Edited on Sat Apr-12-08 06:49 PM by Bonobo
Until the age of 14, I lived in a very white suburb on Long Island that was predominately Italian, and which had no blacks, and almost no Jews.
Now, I am Jewish. I tell you that hardly a day went by without someone calling me "Jewboy" or throwing a penny at me and telling me to pick it up. Even many of the teachers were anti-semitic, I think. Still, I grew up not knowing anything different. I thought it was, well, if not normal, then normal-ish. The only black people we knew of were in the neighboring towns like Wyandanch, etc. It was a very segregated time and place. I don't want to tell you what my teammates would call those guys when we went against them in Football or Track and Field. Bad, bad names. Use your imagination.

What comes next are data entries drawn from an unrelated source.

import json

import pytest

from wavegen.comparison.difference import as_recorded, compare
from wavegen.comparison.match_document import (
    figure,
    needed_documents,
    recorded_document,
    row_document,
    side_document,
)
from wavegen.comparison.needed_samples import needed_samples


@pytest.fixture
def short(side, noise):
    sides = tuple(side(noise(1 << 12), name, loops=False) for name in "ab")
    return sides, compare(sides[0].curve, sides[1].curve)


def test_what_is_not_finite_is_null(short):
    _, found = short
    rows = [row_document(row) for row in found.rows]
    json.dumps(rows, allow_nan=False)
    assert rows[-1]["resolved"] is False
    assert rows[-1]["high_db"] is None
    assert figure(None) is None
    assert figure(1.23456) == 1.2346


def test_what_is_needed_is_told_in_samples_and_seconds(short):
    sides, found = short
    plans = needed_samples(sides[0].curve, sides[1].curve, found)
    document = needed_documents(plans, sides, ("input", "output"))[0]
    assert document["shows"] == plans[0].shows
    assert document["more_input_samples"] == plans[0].first_samples
    assert document["more_output_s"] == pytest.approx(plans[0].second_samples / 1e6)


def test_records_as_they_stand(short):
    sides, _ = short
    recorded = compare(*(as_recorded(item.curve) for item in sides))
    document = recorded_document(recorded)
    assert document["verdict"] == recorded.verdict == "differ"
    assert document["difference_db"] == pytest.approx(recorded.decisive.difference_db, abs=1e-4)


def test_sides_name_their_scale(side, noise):
    absolute = side_document(side(noise(1 << 12), level_dbm=-10.0))
    assert "mean_dbm" in absolute
    assert absolute["is_exact"]
    assert "mean_dbfs" in side_document(side(noise(1 << 12)))
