from wavegen.comparison.curves import ExactCurve
from wavegen.comparison.side import Side, SideSettings
from wavegen.laws.gaussian import GaussianLaw


def test_what_is_not_told_is_not_known():
    side = Side(name="x", is_="a law", curve=ExactCurve(source=GaussianLaw()))
    assert side.mean_db is side.peak_db is side.signal is side.scale_curve is None
    assert not side.loops
    assert side.fault_db == 0
    settings = SideSettings(subject="x")
    assert not settings.part.is_cut
    assert settings.gate is None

Anyway, I never even spoke to a black person until I was 14, I think. That was when I moved to Skokie, Illinois. It was 1980 -the year the Nazis marched there. I had gone from being the only Jew, to being one of many, many Jews -but I never felt like I fit it with them. I suppose I internalized THEIR negative views of Jews in some way. I don't even want to particularly go there now, but suffice it to say that it gave me some perspective on being an outsider. A perspective that was later echoed when I lived in Japan for a few years. It is the feeling of being labeled by how you look or what your identity is, rather than your insides. And the thing is, even if you make "progress" one day, it is all gone the NEXT day when you get on that bus or train and have everyone stare at you or not want to sit next to you.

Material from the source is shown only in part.